--- What you have to do ---
Copy out the lines of the records below, and only those lines, from the one with "add_floor (table, i" through the one with "gsize n = 0;", exactly as they appear.

--- Listed entries ---
= = =

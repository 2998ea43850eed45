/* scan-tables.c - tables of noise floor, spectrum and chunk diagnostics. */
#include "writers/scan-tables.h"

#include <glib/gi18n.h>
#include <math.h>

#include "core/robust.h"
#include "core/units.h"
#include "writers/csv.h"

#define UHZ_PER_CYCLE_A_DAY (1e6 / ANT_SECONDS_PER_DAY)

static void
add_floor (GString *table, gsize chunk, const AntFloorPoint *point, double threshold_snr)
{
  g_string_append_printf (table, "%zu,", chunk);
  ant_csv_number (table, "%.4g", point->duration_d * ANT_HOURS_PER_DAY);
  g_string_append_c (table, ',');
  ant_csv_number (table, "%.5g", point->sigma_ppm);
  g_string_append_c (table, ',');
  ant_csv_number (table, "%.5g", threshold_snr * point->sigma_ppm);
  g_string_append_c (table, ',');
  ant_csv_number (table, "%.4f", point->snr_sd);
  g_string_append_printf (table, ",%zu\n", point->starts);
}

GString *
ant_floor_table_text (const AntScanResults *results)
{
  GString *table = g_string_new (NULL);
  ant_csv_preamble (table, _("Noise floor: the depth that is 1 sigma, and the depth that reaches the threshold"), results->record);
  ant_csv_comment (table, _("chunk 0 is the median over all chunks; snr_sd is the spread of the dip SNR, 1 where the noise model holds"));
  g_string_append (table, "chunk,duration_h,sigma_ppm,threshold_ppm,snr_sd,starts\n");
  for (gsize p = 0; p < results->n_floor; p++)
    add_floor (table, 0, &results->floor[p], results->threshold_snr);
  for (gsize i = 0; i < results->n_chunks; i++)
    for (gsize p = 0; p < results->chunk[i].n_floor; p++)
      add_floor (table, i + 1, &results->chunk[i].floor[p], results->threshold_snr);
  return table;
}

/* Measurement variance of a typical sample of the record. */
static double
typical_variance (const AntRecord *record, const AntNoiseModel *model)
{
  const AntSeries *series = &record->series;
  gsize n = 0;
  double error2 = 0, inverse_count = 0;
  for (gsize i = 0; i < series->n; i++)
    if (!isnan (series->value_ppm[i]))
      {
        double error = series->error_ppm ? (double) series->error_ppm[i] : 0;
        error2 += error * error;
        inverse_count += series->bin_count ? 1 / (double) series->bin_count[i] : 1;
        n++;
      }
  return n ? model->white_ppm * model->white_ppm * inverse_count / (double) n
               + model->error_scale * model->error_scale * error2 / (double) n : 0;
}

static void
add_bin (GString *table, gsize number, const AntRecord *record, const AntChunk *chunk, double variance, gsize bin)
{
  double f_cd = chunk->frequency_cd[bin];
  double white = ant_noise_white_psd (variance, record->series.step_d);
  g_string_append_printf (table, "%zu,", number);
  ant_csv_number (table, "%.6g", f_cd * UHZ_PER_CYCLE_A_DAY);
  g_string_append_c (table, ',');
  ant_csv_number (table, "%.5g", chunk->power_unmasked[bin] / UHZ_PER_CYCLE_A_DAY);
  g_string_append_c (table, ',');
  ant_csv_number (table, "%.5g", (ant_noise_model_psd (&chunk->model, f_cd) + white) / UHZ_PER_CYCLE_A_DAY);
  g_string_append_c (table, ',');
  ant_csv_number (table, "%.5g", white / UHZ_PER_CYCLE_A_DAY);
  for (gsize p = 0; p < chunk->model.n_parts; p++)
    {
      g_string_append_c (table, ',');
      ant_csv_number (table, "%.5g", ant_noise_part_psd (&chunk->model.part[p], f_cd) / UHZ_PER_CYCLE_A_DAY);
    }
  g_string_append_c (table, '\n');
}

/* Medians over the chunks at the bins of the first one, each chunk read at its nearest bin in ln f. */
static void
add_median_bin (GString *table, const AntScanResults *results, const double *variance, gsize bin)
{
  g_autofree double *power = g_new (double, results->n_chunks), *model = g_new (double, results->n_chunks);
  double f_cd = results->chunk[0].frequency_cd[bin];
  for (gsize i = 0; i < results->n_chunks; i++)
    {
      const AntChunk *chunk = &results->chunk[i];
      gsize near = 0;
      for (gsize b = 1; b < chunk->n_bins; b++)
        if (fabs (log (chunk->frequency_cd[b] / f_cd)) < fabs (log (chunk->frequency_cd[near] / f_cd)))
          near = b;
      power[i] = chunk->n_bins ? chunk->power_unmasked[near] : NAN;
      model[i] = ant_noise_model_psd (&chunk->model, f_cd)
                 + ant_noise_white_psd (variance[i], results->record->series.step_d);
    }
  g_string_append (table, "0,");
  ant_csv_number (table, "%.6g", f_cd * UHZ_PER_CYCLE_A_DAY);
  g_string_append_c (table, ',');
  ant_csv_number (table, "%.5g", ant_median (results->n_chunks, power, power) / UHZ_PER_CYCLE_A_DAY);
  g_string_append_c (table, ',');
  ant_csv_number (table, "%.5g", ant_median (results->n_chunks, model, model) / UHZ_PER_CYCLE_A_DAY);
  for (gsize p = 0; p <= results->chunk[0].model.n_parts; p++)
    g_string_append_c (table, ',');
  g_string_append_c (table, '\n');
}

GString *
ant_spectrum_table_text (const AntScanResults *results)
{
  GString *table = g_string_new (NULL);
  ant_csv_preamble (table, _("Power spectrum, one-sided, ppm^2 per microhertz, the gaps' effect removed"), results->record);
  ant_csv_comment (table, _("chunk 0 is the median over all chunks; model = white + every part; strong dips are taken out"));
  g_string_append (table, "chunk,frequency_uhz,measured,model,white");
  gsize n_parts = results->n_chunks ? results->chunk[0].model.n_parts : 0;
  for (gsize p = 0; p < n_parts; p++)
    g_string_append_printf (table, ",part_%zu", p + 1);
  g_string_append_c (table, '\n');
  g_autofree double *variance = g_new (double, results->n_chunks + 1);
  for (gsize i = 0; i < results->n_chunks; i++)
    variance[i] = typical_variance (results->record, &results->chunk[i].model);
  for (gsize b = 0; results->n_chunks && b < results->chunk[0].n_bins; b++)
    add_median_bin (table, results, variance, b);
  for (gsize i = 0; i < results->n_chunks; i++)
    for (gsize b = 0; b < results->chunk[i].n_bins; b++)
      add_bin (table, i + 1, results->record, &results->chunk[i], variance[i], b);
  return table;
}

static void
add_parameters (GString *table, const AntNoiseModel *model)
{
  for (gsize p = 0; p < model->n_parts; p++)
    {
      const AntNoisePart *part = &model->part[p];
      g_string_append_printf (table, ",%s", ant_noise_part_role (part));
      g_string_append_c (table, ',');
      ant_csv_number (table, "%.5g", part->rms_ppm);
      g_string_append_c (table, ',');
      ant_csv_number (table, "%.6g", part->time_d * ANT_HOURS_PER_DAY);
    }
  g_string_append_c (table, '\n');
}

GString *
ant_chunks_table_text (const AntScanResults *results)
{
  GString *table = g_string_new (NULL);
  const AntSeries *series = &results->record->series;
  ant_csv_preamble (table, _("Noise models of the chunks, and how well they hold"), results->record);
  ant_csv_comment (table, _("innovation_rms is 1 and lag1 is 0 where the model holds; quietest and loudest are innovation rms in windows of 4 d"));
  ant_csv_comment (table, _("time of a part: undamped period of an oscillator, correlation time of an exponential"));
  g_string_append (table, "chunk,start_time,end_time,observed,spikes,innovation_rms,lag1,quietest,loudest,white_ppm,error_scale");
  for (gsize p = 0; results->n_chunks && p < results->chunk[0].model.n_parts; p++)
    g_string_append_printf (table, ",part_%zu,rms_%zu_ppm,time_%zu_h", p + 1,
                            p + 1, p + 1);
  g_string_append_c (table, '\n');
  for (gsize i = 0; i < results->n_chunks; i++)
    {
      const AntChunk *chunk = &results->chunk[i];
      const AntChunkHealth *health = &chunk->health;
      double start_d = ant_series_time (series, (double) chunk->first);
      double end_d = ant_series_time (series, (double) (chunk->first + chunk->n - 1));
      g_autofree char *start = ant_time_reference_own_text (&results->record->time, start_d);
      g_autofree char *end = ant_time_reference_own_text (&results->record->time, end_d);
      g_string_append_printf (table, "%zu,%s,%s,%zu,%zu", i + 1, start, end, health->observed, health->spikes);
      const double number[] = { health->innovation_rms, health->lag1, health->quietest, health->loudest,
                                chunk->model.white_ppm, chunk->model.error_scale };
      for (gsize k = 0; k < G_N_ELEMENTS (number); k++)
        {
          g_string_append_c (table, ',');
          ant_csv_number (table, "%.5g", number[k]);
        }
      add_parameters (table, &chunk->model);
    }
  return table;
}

= = =

--- Finished exercise ---
      add_floor (table, i + 1, &results->chunk[i].floor[p], results->threshold_snr);
  return table;
}

/* Measurement variance of a typical sample of the record. */
static double
typical_variance (const AntRecord *record, const AntNoiseModel *model)
{
  const AntSeries *series = &record->series;
  gsize n = 0;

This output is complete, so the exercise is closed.